Task item ▸ Below are entries; copy exactly the lines from the one with "EXPECT_NEAR(read.force, 502, 1e-6);" through the one with "query.figure = CurveFigure::DampingForce;", both included, and leave out the rest.

[Stored data entries]
════════════════
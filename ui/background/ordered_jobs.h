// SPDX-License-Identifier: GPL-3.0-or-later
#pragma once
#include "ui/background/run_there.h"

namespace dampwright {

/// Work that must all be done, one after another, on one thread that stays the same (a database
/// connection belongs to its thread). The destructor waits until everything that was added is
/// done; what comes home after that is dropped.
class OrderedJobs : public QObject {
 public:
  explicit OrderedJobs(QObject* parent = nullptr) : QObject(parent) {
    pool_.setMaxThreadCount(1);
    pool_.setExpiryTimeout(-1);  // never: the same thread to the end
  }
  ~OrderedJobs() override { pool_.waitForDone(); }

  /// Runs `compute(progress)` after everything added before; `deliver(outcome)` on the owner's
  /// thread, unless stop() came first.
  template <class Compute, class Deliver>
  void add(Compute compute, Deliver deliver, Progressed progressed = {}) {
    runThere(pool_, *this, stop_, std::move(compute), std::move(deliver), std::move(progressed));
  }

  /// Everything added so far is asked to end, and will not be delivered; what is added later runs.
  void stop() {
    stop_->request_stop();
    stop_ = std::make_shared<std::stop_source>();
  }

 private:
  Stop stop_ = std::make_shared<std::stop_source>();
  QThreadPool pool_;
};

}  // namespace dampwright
════════════════
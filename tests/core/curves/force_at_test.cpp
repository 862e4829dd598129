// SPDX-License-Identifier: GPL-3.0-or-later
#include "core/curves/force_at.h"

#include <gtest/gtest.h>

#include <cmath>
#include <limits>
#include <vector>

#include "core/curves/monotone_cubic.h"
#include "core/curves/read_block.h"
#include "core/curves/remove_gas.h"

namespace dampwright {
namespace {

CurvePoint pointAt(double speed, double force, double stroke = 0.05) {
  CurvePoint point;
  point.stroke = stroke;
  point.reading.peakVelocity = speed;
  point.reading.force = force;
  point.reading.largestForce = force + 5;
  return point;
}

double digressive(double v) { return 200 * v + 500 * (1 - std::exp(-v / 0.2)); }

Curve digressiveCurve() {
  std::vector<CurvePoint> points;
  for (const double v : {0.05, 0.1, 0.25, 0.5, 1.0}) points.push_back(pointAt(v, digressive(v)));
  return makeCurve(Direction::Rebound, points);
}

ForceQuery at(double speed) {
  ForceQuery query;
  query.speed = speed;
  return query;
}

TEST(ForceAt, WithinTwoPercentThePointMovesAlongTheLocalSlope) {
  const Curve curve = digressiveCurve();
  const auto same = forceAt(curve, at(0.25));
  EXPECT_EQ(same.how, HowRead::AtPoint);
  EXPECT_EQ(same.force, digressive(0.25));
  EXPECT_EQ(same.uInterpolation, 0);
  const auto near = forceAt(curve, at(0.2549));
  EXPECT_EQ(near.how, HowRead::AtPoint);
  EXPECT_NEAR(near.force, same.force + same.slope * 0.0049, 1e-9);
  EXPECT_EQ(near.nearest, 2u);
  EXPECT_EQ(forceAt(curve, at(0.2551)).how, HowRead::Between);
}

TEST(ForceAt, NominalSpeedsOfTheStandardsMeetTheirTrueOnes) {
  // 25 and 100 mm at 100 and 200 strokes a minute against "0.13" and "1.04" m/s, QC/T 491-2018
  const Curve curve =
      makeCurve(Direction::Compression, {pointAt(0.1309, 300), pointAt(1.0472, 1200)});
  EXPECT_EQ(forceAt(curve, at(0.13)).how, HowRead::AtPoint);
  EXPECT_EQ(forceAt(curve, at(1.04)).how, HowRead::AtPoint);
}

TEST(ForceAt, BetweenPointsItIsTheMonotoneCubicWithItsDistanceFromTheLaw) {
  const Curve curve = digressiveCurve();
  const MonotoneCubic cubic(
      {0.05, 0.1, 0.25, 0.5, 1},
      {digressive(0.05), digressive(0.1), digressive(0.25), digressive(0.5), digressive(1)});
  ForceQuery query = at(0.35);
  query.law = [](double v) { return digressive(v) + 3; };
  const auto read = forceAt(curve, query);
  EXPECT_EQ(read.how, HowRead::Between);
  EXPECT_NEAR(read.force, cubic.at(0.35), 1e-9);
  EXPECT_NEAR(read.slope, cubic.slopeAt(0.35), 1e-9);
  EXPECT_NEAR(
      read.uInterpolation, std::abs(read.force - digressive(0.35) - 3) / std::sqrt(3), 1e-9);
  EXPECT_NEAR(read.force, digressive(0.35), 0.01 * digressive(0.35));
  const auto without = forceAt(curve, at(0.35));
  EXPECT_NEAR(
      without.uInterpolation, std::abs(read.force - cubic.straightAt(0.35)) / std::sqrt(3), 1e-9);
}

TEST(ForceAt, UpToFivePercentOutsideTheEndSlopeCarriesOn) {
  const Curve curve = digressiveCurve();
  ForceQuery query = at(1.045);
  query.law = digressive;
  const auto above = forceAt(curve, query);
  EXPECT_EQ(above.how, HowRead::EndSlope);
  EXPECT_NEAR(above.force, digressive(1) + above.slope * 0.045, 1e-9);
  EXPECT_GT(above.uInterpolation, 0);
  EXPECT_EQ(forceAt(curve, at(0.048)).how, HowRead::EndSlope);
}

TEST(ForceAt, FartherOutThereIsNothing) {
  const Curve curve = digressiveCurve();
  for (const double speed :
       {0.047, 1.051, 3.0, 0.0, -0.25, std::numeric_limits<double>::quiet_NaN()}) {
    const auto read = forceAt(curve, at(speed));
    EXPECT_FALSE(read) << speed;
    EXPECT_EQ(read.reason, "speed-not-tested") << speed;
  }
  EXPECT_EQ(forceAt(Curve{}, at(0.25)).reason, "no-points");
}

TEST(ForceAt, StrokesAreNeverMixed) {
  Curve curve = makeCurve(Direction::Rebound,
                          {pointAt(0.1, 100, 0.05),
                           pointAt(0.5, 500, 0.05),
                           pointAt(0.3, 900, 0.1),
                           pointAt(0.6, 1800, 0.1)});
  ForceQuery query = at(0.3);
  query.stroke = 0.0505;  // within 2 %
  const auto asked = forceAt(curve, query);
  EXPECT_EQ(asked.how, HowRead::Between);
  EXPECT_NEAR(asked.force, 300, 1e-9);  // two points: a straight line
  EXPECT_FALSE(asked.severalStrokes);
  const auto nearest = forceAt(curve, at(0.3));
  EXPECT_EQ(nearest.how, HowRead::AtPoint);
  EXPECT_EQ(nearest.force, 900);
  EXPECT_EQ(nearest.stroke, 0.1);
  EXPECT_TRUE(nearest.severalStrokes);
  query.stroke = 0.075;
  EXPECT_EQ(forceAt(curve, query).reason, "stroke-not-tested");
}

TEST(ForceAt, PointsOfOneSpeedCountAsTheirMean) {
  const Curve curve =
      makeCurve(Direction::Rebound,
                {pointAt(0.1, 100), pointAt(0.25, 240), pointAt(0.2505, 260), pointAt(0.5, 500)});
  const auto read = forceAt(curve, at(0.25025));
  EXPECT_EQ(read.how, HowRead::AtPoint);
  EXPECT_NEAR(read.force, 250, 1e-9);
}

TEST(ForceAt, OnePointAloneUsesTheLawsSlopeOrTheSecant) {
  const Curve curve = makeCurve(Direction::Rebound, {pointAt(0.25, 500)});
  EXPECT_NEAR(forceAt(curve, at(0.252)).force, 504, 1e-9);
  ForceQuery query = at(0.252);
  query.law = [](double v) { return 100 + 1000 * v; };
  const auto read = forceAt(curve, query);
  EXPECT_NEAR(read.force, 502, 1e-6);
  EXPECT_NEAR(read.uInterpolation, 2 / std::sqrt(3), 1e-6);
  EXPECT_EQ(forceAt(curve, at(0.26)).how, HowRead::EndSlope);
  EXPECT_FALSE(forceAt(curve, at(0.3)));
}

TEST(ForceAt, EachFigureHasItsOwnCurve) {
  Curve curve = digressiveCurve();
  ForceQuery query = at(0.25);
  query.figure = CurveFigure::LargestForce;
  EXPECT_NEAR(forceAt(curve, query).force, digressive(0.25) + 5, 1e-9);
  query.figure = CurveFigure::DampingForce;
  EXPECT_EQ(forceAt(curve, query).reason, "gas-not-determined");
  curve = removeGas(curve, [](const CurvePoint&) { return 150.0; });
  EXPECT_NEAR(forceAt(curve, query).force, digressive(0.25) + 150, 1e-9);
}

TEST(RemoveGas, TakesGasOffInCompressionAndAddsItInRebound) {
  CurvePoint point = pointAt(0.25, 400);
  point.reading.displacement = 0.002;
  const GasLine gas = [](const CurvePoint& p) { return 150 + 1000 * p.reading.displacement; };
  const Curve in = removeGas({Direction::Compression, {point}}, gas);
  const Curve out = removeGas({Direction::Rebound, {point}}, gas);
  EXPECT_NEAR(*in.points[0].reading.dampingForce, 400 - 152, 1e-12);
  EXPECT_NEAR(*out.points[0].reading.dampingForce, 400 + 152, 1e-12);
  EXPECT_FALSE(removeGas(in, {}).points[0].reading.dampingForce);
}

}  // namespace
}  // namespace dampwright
════════════════
Response below ▸
  EXPECT_NEAR(read.force, 502, 1e-6);
  EXPECT_NEAR(read.uInterpolation, 2 / std::sqrt(3), 1e-6);
  EXPECT_EQ(forceAt(curve, at(0.26)).how, HowRead::EndSlope);
  EXPECT_FALSE(forceAt(curve, at(0.3)));
}

TEST(ForceAt, EachFigureHasItsOwnCurve) {
  Curve curve = digressiveCurve();
  ForceQuery query = at(0.25);
  query.figure = CurveFigure::LargestForce;
  EXPECT_NEAR(forceAt(curve, query).force, digressive(0.25) + 5, 1e-9);
  query.figure = CurveFigure::DampingForce;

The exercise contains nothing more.